# Audio on the Scottish Covenanters



## RamistThomist (Jan 11, 2013)

I am trying to find as much good audio on the Scottish Covenanters. The best I've found so far is by Dr Jeff Spitler, a Tale of Two Kingdoms (note: he is using Two Kingdoms in the Melvillian sense, and not in the R2K sense). He is remarkably thorough and he has a winsome presentation.

I know sermonaudio has some messages, and I've found some good ones on Richard Cameron, but many are of varying quality.
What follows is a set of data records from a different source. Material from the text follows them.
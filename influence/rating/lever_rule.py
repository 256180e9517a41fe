"""The lever rule and the rigid-section method for live-load distribution to girders.

Lever rule (common practice; AASHTO LRFD 4.6.2.2 names it): the deck is taken as hinged over
every interior girder, so a girder's share of a wheel is the reaction of a simple deck span (with
the overhang beyond an exterior girder). Trucks have wheels 6 ft apart; the outer wheel stays
2 ft or more from the barrier face; trucks in neighbouring lanes stand with adjacent wheels 4 ft
apart (LRFD 3.6.1.3.1, from memory, unconfirmed). The ordinate sum is piecewise linear in the
trucks' position, so its largest value is found exactly at a kink (a wheel over a girder) or at
an end of the roadway. The multiple presence factor of the number of loaded lanes is applied.

Rigid section (LRFD Eq. 4.6.2.2.2d-1, from memory, unconfirmed), for steel beam-slab bridges
with diaphragms or cross-frames: R = NL/Nb + X_ext sum(e)/sum(x^2) for NL loaded lanes, trucks in
12-ft lanes side by side from the barrier face, each 5 ft from its lane's outer edge; times m.

Example (S = 8 ft, de = 2 ft: wheels at 0 and 6 ft from the exterior web):
    >>> geometry = GirderGeometry(8.0, 60.0, 8.0, 500_000.0, girders=5, edge_distance=2.0)
    >>> lever_rule(geometry, "exterior", lanes=1)          # 1.2 x (1 + 2/8) / 2
    0.75
    >>> round(rigid_section(geometry, lanes=1), 6)           # 1.2 (1/5 + 16 x 13/640)
    0.63
"""

from __future__ import annotations

from dataclasses import dataclass

import numpy as np

from influence.errors import ModelError
from influence.rating.girder_geometry import GirderGeometry, design_lanes, multiple_presence
from influence.rating.tables import DISTRIBUTION_FILE, data_file

GIRDERS = ("interior", "exterior")


@dataclass(frozen=True)
class _Wheels:
    gauge: float
    clearance: float
    between: float
    lane_width: float
    truck_from_lane_edge: float


def _wheels() -> _Wheels:
    w = data_file(DISTRIBUTION_FILE)["wheels"]
    return _Wheels(w["gauge_ft"], w["barrier_clearance_ft"], w["between_trucks_ft"],
                   w["lane_width_ft"], w["rigid_truck_from_lane_edge_ft"])


def _girder_positions(geometry: GirderGeometry) -> np.ndarray:
    return geometry.spacing * np.arange(geometry.girders, dtype=float)


def reaction_ordinates(geometry: GirderGeometry, girder: int, x: np.ndarray) -> np.ndarray:
    """Share of a unit wheel at ``x`` taken by ``girder`` (0 = exterior) under the lever rule.

    Args:
        geometry: the cross-section.
        girder: girder number from the exterior one, 0 to Nb - 1.
        x: wheel positions measured from girder 0 [ft].
    """
    s = geometry.spacing
    at = girder * s
    share = np.clip(1.0 - np.abs(x - at) / s, 0.0, None)
    last = geometry.girders - 1
    if girder == 0:
        share = np.where(x < at, 1.0 + (at - x) / s, share)   # the overhang: lever beyond
    if girder == last:
        share = np.where(x > at, 1.0 + (x - at) / s, share)
    return share


def _wheel_offsets(lanes: int, wheels: _Wheels) -> np.ndarray:
    pitch = wheels.gauge + wheels.between
    starts = pitch * np.arange(lanes, dtype=float)
    return np.sort(np.concatenate([starts, starts + wheels.gauge]))


def lever_rule(geometry: GirderGeometry, girder: str, lanes: int) -> float:
    """Lanes carried by a girder under the lever rule with ``lanes`` trucks, m applied.

    The interior girder is the first one inboard of the exterior girder (the one the lever rule
    loads most with the deck's overhang on one side only).

    Args:
        geometry: the cross-section.
        girder: "interior" or "exterior".
        lanes: number of loaded lanes (trucks side by side).

    Raises:
        ModelError: for an unknown girder, or more trucks than the roadway holds.
    """
    if girder not in GIRDERS:
        raise ModelError(f"unknown girder {girder!r}", item="distribution.girder",
                         fix='use "interior" or "exterior"')
    wheels = _wheels()
    offsets = _wheel_offsets(lanes, wheels)
    first = -geometry.edge_distance + wheels.clearance
    last = geometry.roadway_width - geometry.edge_distance - wheels.clearance - offsets[-1]
    if lanes > design_lanes(geometry) or last < first - 1e-9:
        raise ModelError(f"{lanes} trucks do not fit on a {geometry.roadway_width:g} ft roadway",
                         item="distribution", fix="load fewer lanes")
    number = 0 if girder == "exterior" else 1
    kinks = _girder_positions(geometry)
    starts = np.concatenate([[first, last], (kinks[:, None] - offsets[None, :]).ravel()])
    starts = starts[(starts >= first - 1e-9) & (starts <= last + 1e-9)]
    positions = starts[:, None] + offsets[None, :]
    shares = reaction_ordinates(geometry, number, positions).sum(axis=1)
    return round(multiple_presence(lanes) * float(shares.max()) / 2.0, 12)


def rigid_section(geometry: GirderGeometry, lanes: int) -> float:
    """Exterior girder's lanes by the rigid-section method with ``lanes`` loaded lanes, m applied.

    Raises:
        ModelError: for more lanes than the roadway holds.
    """
    if not 1 <= lanes <= design_lanes(geometry):
        raise ModelError(f"{lanes} lanes on a {geometry.roadway_width:g} ft roadway",
                         item="distribution", fix=f"load 1 to {design_lanes(geometry)} lanes")
    wheels = _wheels()
    girders = _girder_positions(geometry)
    centre = girders.mean()
    x_ext = centre - girders[0]
    truck_centres = (-geometry.edge_distance + wheels.truck_from_lane_edge
                     + wheels.lane_width * np.arange(lanes, dtype=float))
    eccentricities = centre - truck_centres
    ratio = float(lanes / geometry.girders
                  + x_ext * eccentricities.sum() / ((girders - centre) ** 2).sum())
    return round(multiple_presence(lanes) * ratio, 12)
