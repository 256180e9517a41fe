"""Which permanent loads of a model file are DC, DW and P in the rating equation.

The ``[[loads]]`` of a model file carry load names (``load = "DC"``). The rating needs three
terms: DC (structural components and attachments), DW (wearing surface and utilities) and P
(permanent effects other than dead load: secondary prestress, locked-in erection forces), as in
the LRFR equation (MBE 6A.4.2.1; the equation confirmed by M. A. Khan, *Bridge and Highway
Structure Rehabilitation and Repair*, McGraw-Hill 2010, ch. 5 p. 187). LFR and ASR add DC and DW
into D.

A load name that is itself a term's name goes to that term: ``DC``, ``DW``, and ``P`` with the
AASHTO LRFD names of locked-in and secondary effects ``PS``, ``EL``, ``CR``, ``SH`` (LRFD 3.3.2,
from memory, unconfirmed). Any other name must be placed in ``[rating.dead_loads]``::

    [rating.dead_loads]
    DC = ["girder", "deck"]       # load names of [[loads]]
    DW = ["surfacing"]
    P = ["prestress secondary"]

A load name in no term is refused rather than guessed: DC and DW have different factors.

Example:
    >>> terms = dead_load_terms({}, ("DC", "DW"))
    >>> terms.term_of("DW")
    'DW'
    >>> terms = dead_load_terms({"DW": ["surfacing"]}, ("DC", "surfacing"))
    >>> terms.split({"DC": 100.0, "surfacing": 20.0})
    (100.0, 20.0, 0.0)
    >>> dead_load_terms({}, ("deck",))
    Traceback (most recent call last):
    ...
    influence.errors.ModelError: rating.dead_loads: load name 'deck' is in none of DC, DW, P \
(add it to [rating.dead_loads], e.g. DC = ["deck"])
"""

from __future__ import annotations

import math
from collections.abc import Mapping
from dataclasses import dataclass
from typing import Any

from influence.errors import ModelError

TERMS = ("DC", "DW", "P")
DEFAULT_NAMES = {"DC": "DC", "DW": "DW", "P": "P", "PS": "P", "EL": "P", "CR": "P", "SH": "P"}
"""Load names placed in a term without being listed."""


@dataclass(frozen=True)
class DeadLoadTerms:
    """Load name -> rating term.

    Attributes:
        terms: (load name, "DC" | "DW" | "P") for every load name of the model file.
        listed: load names placed by ``[rating.dead_loads]`` (the others by their name).
    """

    terms: tuple[tuple[str, str], ...]
    listed: tuple[str, ...] = ()

    def term_of(self, load: str) -> str:
        """The term a load name belongs to."""
        return dict(self.terms)[load]

    def split(self, effects: Mapping[str, float]) -> tuple[float, float, float]:
        """(DC, DW, P): effects by load name summed by term [as the effects]."""
        sums: dict[str, list[float]] = {term: [] for term in TERMS}
        for load, value in effects.items():
            sums[self.term_of(load)].append(value)
        return (math.fsum(sums["DC"]), math.fsum(sums["DW"]), math.fsum(sums["P"]))


def listed_dead_loads(table: Any, source: str = "") -> tuple[tuple[str, str], ...]:
    """The ``[rating.dead_loads]`` table as (load name, term) pairs, checked for its form.

    Raises:
        ModelError: for a table that is not term = [names], or a name listed twice.
    """
    item = "rating.dead_loads"
    if not isinstance(table, dict):
        raise ModelError(f"dead_loads = {table!r}", source=source, item=item,
                         fix='write [rating.dead_loads] with DC = ["..."], DW = [...], P = [...]')
    placed: dict[str, str] = {}
    for term, names in table.items():
        if term not in TERMS:
            raise ModelError(f"unknown term {term!r}", source=source, item=item,
                             fix="use DC, DW or P")
        if not isinstance(names, list) or not all(isinstance(n, str) for n in names):
            raise ModelError(f"{term} = {names!r}", source=source, item=f"{item}.{term}",
                             fix='give a list of load names, e.g. ["deck"]')
        for name in names:
            if name in placed:
                raise ModelError(f"load name {name!r} is in {placed[name]} and {term}",
                                 source=source, item=item, fix="place each load name once")
            placed[name] = term
    return tuple(placed.items())


def dead_load_terms(listed: Any, load_names: tuple[str, ...],
                    source: str = "") -> DeadLoadTerms:
    """Place every load name of the model file in DC, DW or P.

    Args:
        listed: the ``[rating.dead_loads]`` table, or its (load name, term) pairs.
        load_names: the load names of the model's ``[[loads]]``.
        source: file name for errors.

    Raises:
        ModelError: for a listed name not among the loads, a load name in no term, or a table
            of the wrong form (see :func:`listed_dead_loads`).
    """
    item = "rating.dead_loads"
    pairs = listed_dead_loads(listed, source) if isinstance(listed, dict) else tuple(listed)
    placed = dict(pairs)
    for name, term in pairs:
        if name not in load_names:
            raise ModelError(f"no load named {name!r} in [[loads]]", source=source,
                             item=f"{item}.{term}",
                             fix="use the load names of [[loads]]: " + (
                                 ", ".join(load_names) or "none are given"))
    terms = []
    for name in load_names:
        term = placed.get(name, DEFAULT_NAMES.get(name))
        if term is None:
            raise ModelError(f"load name {name!r} is in none of {', '.join(TERMS)}",
                             source=source, item=item,
                             fix=f'add it to [rating.dead_loads], e.g. DC = ["{name}"]')
        terms.append((name, term))
    return DeadLoadTerms(tuple(terms), tuple(placed))
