"""A permit check: one permit vehicle over one bridge, both directions, every rated section.

The vehicle is placed exactly, travelling both ways, at every section that has a capacity; each
section, response, sense and limit state is rated at the permit level (LRFR, MBE 6A.4.5: Strength
II and the service checks of the material) or at operating (LFR and ASR). A section passes when
every factor there is 1.0 or more; the permit passes when every rated section does (common
practice; MBE 6A.4.5, from memory, unconfirmed). The result names the governing section, the
vehicle's position and direction there, the factor, and the restrictions the check assumed.

The crossing: ``escorted`` and ``trips`` make it a special (limited-crossing) permit, escorted
with no other vehicles on the bridge or mixed with traffic, one trip or several; otherwise the
``[rating.permit]`` table, else a routine permit mixed with traffic. ``crawl`` (escorted only)
drops the dynamic allowance for a crossing at 10 mph or less (MBE 6A.4.5.5, from memory,
unconfirmed). The distribution and live-load factor follow the permit type (see
:mod:`influence.rating.traceability` and :mod:`influence.rating.live_factors`).
"""

from __future__ import annotations

import dataclasses
from dataclasses import dataclass
from pathlib import Path

from influence.design.loading import vehicles_for
from influence.errors import ModelError
from influence.model.reader import ModelFile
from influence.rating.live_factors import PermitCrossing, checked_adtt
from influence.rating.load_factors import limit_states
from influence.rating.ratings import NotRated, Ratings, SectionRating
from influence.rating.run import RatingInputs, rate_inputs, rating_inputs
from influence.rating.settings import RatingSettings
from vehicles.errors import VehicleError
from vehicles.loadmodel import KIP_PER_TON, LoadModel

VERDICTS = ("PASS", "FAIL", "NOT CHECKED")


@dataclass(frozen=True)
class SectionVerdict:
    """The permit at one section: its lowest factor and whether it passes.

    Attributes:
        section: section label.
        chainage: [length], None off the path.
        governing: the lowest rating there (response, sense, limit state, placement).
    """

    section: str
    chainage: float | None
    governing: SectionRating

    @property
    def rating_factor(self) -> float:
        return self.governing.rating_factor

    @property
    def passes(self) -> bool:
        return self.rating_factor >= 1.0


@dataclass(frozen=True)
class PermitCheck:
    """A permit vehicle over the bridge.

    Attributes:
        vehicle: the permit vehicle's name.
        gross_weight_tons: its weight [ton of 2000 lb].
        crossing: permit type, frequency and loading condition.
        crawl: whether the dynamic allowance was dropped for a crawl crossing.
        level: the level rated ("permit" for LRFR, "operating" for LFR and ASR).
        sections: one verdict a rated section, in section order.
        restrictions: what the check assumed, in words.
        ratings: the full rating run behind the verdicts.
    """

    vehicle: str
    gross_weight_tons: float
    crossing: PermitCrossing
    crawl: bool
    level: str
    sections: tuple[SectionVerdict, ...]
    restrictions: tuple[str, ...]
    ratings: Ratings

    @property
    def governing(self) -> SectionVerdict | None:
        """The section with the lowest factor (the first on a tie), None if none is rated."""
        return min(self.sections, key=lambda s: s.rating_factor) if self.sections else None

    @property
    def verdict(self) -> str:
        """"PASS" (every rated section at 1.0 or more), "FAIL", or "NOT CHECKED" (no section
        rated)."""
        if not self.sections:
            return "NOT CHECKED"
        return "PASS" if all(s.passes for s in self.sections) else "FAIL"

    @property
    def not_rated(self) -> tuple[NotRated, ...]:
        return self.ratings.not_rated


def permit_crossing(settings: RatingSettings, *, escorted: bool = False,
                    trips: str | None = None) -> PermitCrossing:
    """The crossing of a check: the flags given, else ``[rating.permit]``, else a routine
    permit mixed with traffic.

    Example:
        >>> from influence.rating.settings import rating_settings
        >>> settings = rating_settings({"rating": {"material": "steel"}}, "kip-ft")
        >>> permit_crossing(settings, escorted=True).loading
        'escorted, no other vehicles'
        >>> permit_crossing(settings).kind
        'routine'

    Raises:
        ModelError: for a trip count other than "single" or "multiple".
    """
    if trips is not None and trips not in ("single", "multiple"):
        raise ModelError(f"trips {trips!r}", item="trips", fix='use "single" or "multiple"')
    if escorted or trips is not None:
        frequency = "multiple trips" if trips == "multiple" else "single trip"
        loading = "escorted, no other vehicles" if escorted else "mixed with traffic"
        return PermitCrossing("special", frequency, loading)
    if settings.permit is not None:
        return settings.permit
    return PermitCrossing("routine")


def permit_vehicle(name_or_path: str | Path, units: str) -> tuple[LoadModel, list[str]]:
    """The permit vehicle in the model's units (it must be a train of axles), and a note if it
    was converted.

    Raises:
        VehicleError: for a file that cannot be read or has no axles.
    """
    models, notes = vehicles_for((str(name_or_path),), units)
    vehicle = models[0]
    try:
        vehicle.gross_weight  # noqa: B018 (the property checks there is a train of axles)
    except VehicleError:
        raise VehicleError("the permit vehicle has no axles", source=str(name_or_path),
                           item="vehicle",
                           fix="give the permit's axle loads and spacings (loads = [...], "
                               "spacings = [...])") from None
    return vehicle, notes


def _restrictions(crossing: PermitCrossing, crawl: bool, settings: RatingSettings,
                  level: str) -> tuple[str, ...]:
    found = [f"{crossing.kind} permit, {crossing.frequency}, {crossing.loading}",
             "the vehicle travels both ways; one permit vehicle on the structure at a time"]
    if crossing.loading.startswith("escorted"):
        found.append("escort vehicles keep all other traffic off the bridge while it crosses")
    if crawl:
        found.append("crossing at 10 mph or less: no dynamic allowance")
    if settings.method == "LRFR":
        found.append(f"rated at the {level} level: the permit live-load factor of "
                     f"{settings.edition}, ADTT "
                     + ("unknown" if settings.adtt is None else f"{settings.adtt:g}"))
    else:
        found.append(f"rated at the {level} level of {settings.method}")
    return tuple(found)


def check_permit(source: ModelFile | RatingInputs | str | Path, vehicle: str | Path, *,
                 escorted: bool = False, crawl: bool = False, trips: str | None = None,
                 adtt: float | None = None) -> PermitCheck:
    """Check one permit vehicle over a model file's structure.

    Args:
        source: the model file (path or read) or its rating inputs.
        vehicle: the permit vehicle: a vehicle file, or a library name.
        escorted: escorted, no other vehicles on the bridge (a special permit).
        crawl: escorted crossing at 10 mph or less: no dynamic allowance.
        trips: "single" or "multiple" trips (a special permit); None: as ``[rating.permit]``,
            or a routine permit.
        adtt: trucks a day in one direction, instead of the ``[rating]`` value.

    Raises:
        ModelError, VehicleError: one line (crawl without an escort, a negative ADTT, a vehicle
            without axles, a crossing the permit table does not hold, ...).

    Example (the bundled Pellow Brook bridge and crane carrier: the escorted crossing passes,
    the routine permit does not; shear just beside the pier governs both):
        >>> from pathlib import Path
        >>> examples = Path(__file__).resolve().parents[2] / "examples"
        >>> bridge = rating_inputs(examples / "pellow-brook-bridge.toml")
        >>> carrier = examples / "vehicles" / "crane-carrier-5-axle.toml"
        >>> check = check_permit(bridge, carrier, escorted=True)
        >>> check.verdict, check.governing.section[:2], round(check.governing.rating_factor, 3)
        ('PASS', 'P1', 1.092)
        >>> check_permit(bridge, carrier).verdict
        'FAIL'
    """
    inputs = source if isinstance(source, RatingInputs) else rating_inputs(source)
    settings = inputs.settings
    if adtt is not None:
        checked_adtt(adtt, "adtt")
        settings = dataclasses.replace(settings, adtt=float(adtt))
    if crawl and not escorted:
        raise ModelError("a crawl crossing is an escorted permit rule", item="crawl",
                         fix="add escorted, or drop crawl")
    model = inputs.model_file.model
    permit, notes = permit_vehicle(vehicle, model.units)
    crossing = dataclasses.replace(permit_crossing(settings, escorted=escorted, trips=trips),
                                   gross_weight_kip=permit.gross_weight_tons * KIP_PER_TON)
    level = "permit" if settings.method == "LRFR" else "operating"
    permitted = dataclasses.replace(settings, permit=crossing,
                                    limit_states=_permit_limit_states(settings))
    ratings = rate_inputs(inputs, permitted, (), (level,), crawl=crawl, permit_levels=(level,),
                          vehicle_models=((permit, (level,)),), vehicle_notes=notes)
    by_section: dict[tuple[str, float | None], SectionRating] = {}
    for rating in ratings.ratings:
        key = (rating.section, rating.chainage)
        if key not in by_section or rating.rating_factor < by_section[key].rating_factor:
            by_section[key] = rating
    order = {key: n for n, key in enumerate(by_section)}
    keys = sorted(by_section, key=lambda k: (_along(k[1]), order[k]))
    verdicts = tuple(SectionVerdict(label, chainage, by_section[(label, chainage)])
                     for label, chainage in keys)
    return PermitCheck(permit.name, permit.gross_weight_tons, crossing, crawl, level, verdicts,
                       _restrictions(crossing, crawl, permitted, level), ratings)


def _along(chainage: float | None) -> float:
    """Sections in chainage order, those off the path last."""
    return float("inf") if chainage is None else chainage


def _permit_limit_states(settings: RatingSettings) -> tuple[str, ...]:
    """The limit states at the permit level: those the MBE requires there, and the optional
    ones the settings name."""
    if settings.method != "LRFR" or settings.material is None:
        return settings.limit_states
    rows = limit_states(settings.material, "permit")
    return tuple(r.limit_state for r in rows
                 if not r.optional or r.limit_state in settings.limit_states)
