"""Reading the rating tables of a model file: the keys each table takes, typed values, errors.

Every problem is a one-line :class:`~influence.errors.ModelError` naming the file, the key and
the fix. A key written in the wrong table is answered with the table it belongs in.

Example:
    >>> try:
    ...     check_keys({"nominal": 1.0}, "[rating]", "bridge.toml", "rating")
    ... except ModelError as error:
    ...     print(error)
    bridge.toml: rating: unknown key 'nominal' (it belongs in [[capacity]])
    >>> number(2, "rating.adtt", "bridge.toml")
    2.0
"""

from __future__ import annotations

import math
from typing import Any

from influence.errors import ModelError

TABLE_KEYS: dict[str, frozenset[str]] = {
    "[rating]": frozenset({
        "method", "edition", "adtt", "condition_factor", "condition_rating", "system_factor",
        "impact", "surface", "material", "limit_states", "levels", "overlay_measured",
        "distribution", "permit", "sign_increment", "dead_loads"}),
    "[rating.distribution]": frozenset({
        "girder", "spacing", "span", "slab_thickness", "stiffness_parameter", "girders",
        "edge_distance", "skew", "rigid_section"}),
    "[rating.permit]": frozenset({"type", "frequency", "loading", "gross_weight"}),
    "[rating.dead_loads]": frozenset({"DC", "DW", "P"}),
    "[[capacity]]": frozenset({
        "name", "response", "sense", "from", "to", "members", "sections", "nominal",
        "resistance_factor", "service", "allowable"}),
    "capacity.allowable": frozenset({"inventory", "operating"}),
}


def check_keys(table: dict[str, Any], here: str, source: str, item: str) -> None:
    """Refuse a key that ``here`` (a name in TABLE_KEYS) does not take, saying where it goes."""
    for key in table:
        if key in TABLE_KEYS[here]:
            continue
        homes = [name for name, keys in TABLE_KEYS.items() if key in keys]
        fix = (f"it belongs in {' or '.join(homes)}" if homes else
               "allowed keys: " + ", ".join(sorted(TABLE_KEYS[here])))
        raise ModelError(f"unknown key {key!r}", source=source, item=item, fix=fix)


def table(value: Any, item: str, source: str) -> dict[str, Any]:
    """A TOML table, or an error saying to write one."""
    if not isinstance(value, dict):
        raise ModelError(f"{item} must be a table, not {value!r}", source=source, item=item,
                         fix=f"write it as [{item}] or {item} = {{ ... }}")
    return value


def number(value: Any, item: str, source: str) -> float:
    """A finite number (int or float, not a bool)."""
    if isinstance(value, bool) or not isinstance(value, int | float) or not math.isfinite(value):
        raise ModelError(f"{item} = {value!r} is not a number", source=source, item=item,
                         fix="give a number")
    return float(value)


def positive(value: Any, item: str, source: str) -> float:
    """A number greater than 0."""
    result = number(value, item, source)
    if not result > 0.0:
        raise ModelError(f"{item} = {value!r}", source=source, item=item,
                         fix="give a number greater than 0")
    return result


def fraction(value: Any, item: str, source: str) -> float:
    """A factor in (0, 1]."""
    result = number(value, item, source)
    if not 0.0 < result <= 1.0:
        raise ModelError(f"{item} = {value!r} is outside (0, 1]", source=source, item=item,
                         fix="give a factor greater than 0 and at most 1.0")
    return result


def choice(value: Any, allowed: tuple[str, ...], item: str, source: str) -> str:
    """One of ``allowed``."""
    if value not in allowed:
        raise ModelError(f"{item} = {value!r} is not known", source=source, item=item,
                         fix="use one of: " + ", ".join(f'"{a}"' for a in allowed))
    return str(value)


def names(value: Any, item: str, source: str) -> tuple[str, ...]:
    """A list of strings, as a tuple."""
    if not isinstance(value, list) or not all(isinstance(v, str) for v in value) or not value:
        raise ModelError(f"{item} = {value!r}", source=source, item=item,
                         fix='give a list of names, e.g. ["a", "b"]')
    return tuple(value)


def flag(value: Any, item: str, source: str) -> bool:
    """A TOML boolean."""
    if not isinstance(value, bool):
        raise ModelError(f"{item} = {value!r}", source=source, item=item,
                         fix="write true or false")
    return value
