"""Which load models a rating runs at which level, and each model made ready for one section.

- Levels: the rating asks for levels by the method's names ("design inventory", "legal", ...
  for LRFR; "inventory", "operating" for LFR and ASR); the short names "inventory" and
  "operating" also name the LRFR design levels.
- Vehicles: with none named, the defaults of ``data/vehicles.toml`` by method and level (HL-93
  for the LRFR design levels; the legal loads, NRL, SU4-SU7, EV2, EV3 at the legal level; HS20
  for LFR and ASR). A named model is rated at the levels its category belongs to.
- Dynamic allowance, once: the library vehicles carry IM on their axles already. Every case of
  a model is given the rating's allowance instead of its own (axles and the train's patches
  take IM; the lane load none in LRFR, I in LFR and ASR, AASHTO Standard Specifications
  3.8.2, from memory, unconfirmed), so the exact search finds the governing position of the
  load with the allowance the rating uses, and the allowance is never applied twice.
- The lane-type legal load: its single-truck case only on spans over 200 ft; its two-truck case
  keeps its own scope (negative moment, interior reactions) (MBE 6A.4.4.2.1, from memory,
  unconfirmed).

Example:
    >>> rating_levels(("inventory", "legal"), "LRFR")
    ('design inventory', 'legal')
    >>> default_vehicles("LRFR", "design operating")
    ('HL-93',)
    >>> from vehicles.library.catalog import get_model
    >>> type3 = with_allowance(get_model("Type 3"), 0.2, 0.0)
    >>> type3.cases[0].axle_allowance, type3.cases[0].lane_allowance
    (0.2, 0.0)
    >>> lane_type = get_model("Type 3-3 lane-type")
    >>> [c.name for c in for_span(lane_type, 120.0).cases]     # 120 ft: two trucks only
    ['two Type 3-3 x 0.75 + lane']
    >>> len(for_span(lane_type, 201.0).cases)
    2
"""

from __future__ import annotations

import dataclasses
from dataclasses import dataclass

from influence.errors import ModelError
from influence.rating.load_factors import ALLOWABLE_LEVELS, LRFR_LEVELS, METHODS
from influence.rating.tables import data_file
from vehicles.loadmodel import LoadModel

VEHICLES_FILE = "vehicles.toml"
SHORT_LEVELS = {"inventory": "design inventory", "operating": "design operating"}
"""Short level names that name the LRFR design levels."""


def rating_levels(levels: tuple[str, ...], method: str, source: str = "") -> tuple[str, ...]:
    """The levels asked for, in the method's own names, each once.

    Raises:
        ModelError: for a level the method does not rate at.
    """
    allowed = LRFR_LEVELS if method == "LRFR" else ALLOWABLE_LEVELS
    found = []
    for level in levels:
        name = SHORT_LEVELS.get(level, level) if method == "LRFR" else level
        if name not in allowed:
            raise ModelError(f"level {level!r} is not a {method} rating level", source=source,
                             item="level",
                             fix="use one of: " + ", ".join(f'"{a}"' for a in allowed) + (
                                 " (LFR and ASR rate legal vehicles and permits at "
                                 "inventory and operating)" if method != "LRFR" else ""))
        found.append(name)
    return tuple(dict.fromkeys(found))


def default_vehicles(method: str, level: str) -> tuple[str, ...]:
    """The library names rated at a level when no vehicle is named."""
    return tuple(data_file(VEHICLES_FILE)["defaults"][method].get(level, ()))


def levels_of(model: LoadModel, method: str) -> tuple[str, ...]:
    """The levels a named load model is rated at, by its category.

    Raises:
        ModelError: for a category that is not rated (fatigue, deflection).
    """
    if method not in METHODS:
        raise ModelError(f"unknown method {method!r}", item="rating.method",
                         fix="use one of: " + ", ".join(METHODS))
    table = data_file(VEHICLES_FILE)["levels"][method]
    if model.category not in table:
        raise ModelError(f"{model.name} is a {model.category} load model", item="vehicle",
                         fix="rate design, legal, specialized hauling, notional, emergency or "
                             "permit load models, or a vehicle file of your own")
    return tuple(table[model.category])


def with_allowance(model: LoadModel, vehicle: float, lane: float) -> LoadModel:
    """The model with every case's dynamic allowances set: ``vehicle`` on the axles and the
    train's own patches, ``lane`` on lane and knife-edge loads [-]."""
    cases = tuple(dataclasses.replace(case, axle_allowance=vehicle, patch_allowance=vehicle,
                                      lane_allowance=lane) for case in model.cases)
    return dataclasses.replace(model, cases=cases)


@dataclass(frozen=True)
class LaneTypeRule:
    """Where the lane-type legal load applies, and the weight its posting takes.

    Attributes:
        model: library name of the lane-type legal load.
        long_span_case: its case for spans over ``minimum_span_ft``.
        minimum_span_ft: span beyond which that case applies [ft].
        posting_weight_of: the vehicle whose weight its posting takes.
        marks: source and confidence of the span rule and of the posting weight.
    """

    model: str
    long_span_case: str
    minimum_span_ft: float
    posting_weight_of: str
    marks: tuple[str, str]


def lane_type_rule() -> LaneTypeRule:
    """The lane-type legal load's rule (``data/vehicles.toml``)."""
    row = data_file(VEHICLES_FILE)["lane_type"]
    return LaneTypeRule(row["model"], row["long_span_case"], float(row["minimum_span_ft"]),
                        row["posting_weight_of"], (row["mark"], row["posting_weight_mark"]))


def for_span(model: LoadModel, span_feet: float) -> LoadModel:
    """The model as it applies on a span [ft]: the lane-type load's single-truck case is kept
    on spans over 200 ft only; every other model is returned as it is."""
    rule = lane_type_rule()
    if model.name != rule.model or span_feet > rule.minimum_span_ft:
        return model
    kept = tuple(case for case in model.cases if case.name != rule.long_span_case)
    return dataclasses.replace(model, cases=kept)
If anyone else knows of any, I would be obliged.


----------



## ADKing (Jan 14, 2013)

David Silversides (Loughbrickland Reformed Presbyterian Church of Ireland) has several good lectures on the Covenanters Rev David Silversides Sermons - SermonAudio.com

There is a YouTube series "In the Steps of the Covenanters" that is enjoyable (part 1 here) http://www.youtube.com/watch?v=be3Uv_SglGU

It isn't always easy listening to something being read, but Sermon Audio has a few recordings of primary documents like the Auchensaugh Renovation or Renwick's Informatory Vindication that historically important works.


----------



## RamistThomist (Jan 14, 2013)

ADKing said:


> David Silversides (Loughbrickland Reformed Presbyterian Church of Ireland) has several good lectures on the Covenanters Rev David Silversides Sermons - SermonAudio.com
> 
> There is a YouTube series "In the Steps of the Covenanters" that is enjoyable (part 1 here) In the Steps of the Covenanters 1 of 6 - YouTube
> 
> It isn't always easy listening to something being read, but Sermon Audio has a few recordings of primary documents like the Auchensaugh Renovation or Renwick's Informatory Vindication that historically important works.



I've gotten most of my info from sermonaudio. Thanks for the tip on the Renwick piece. My only problem withthe StillWaterRevival pieces on sermonaudio is that they stop mid-sentence to read the (usually Latin) footonote, which is somewhat distracting.


----------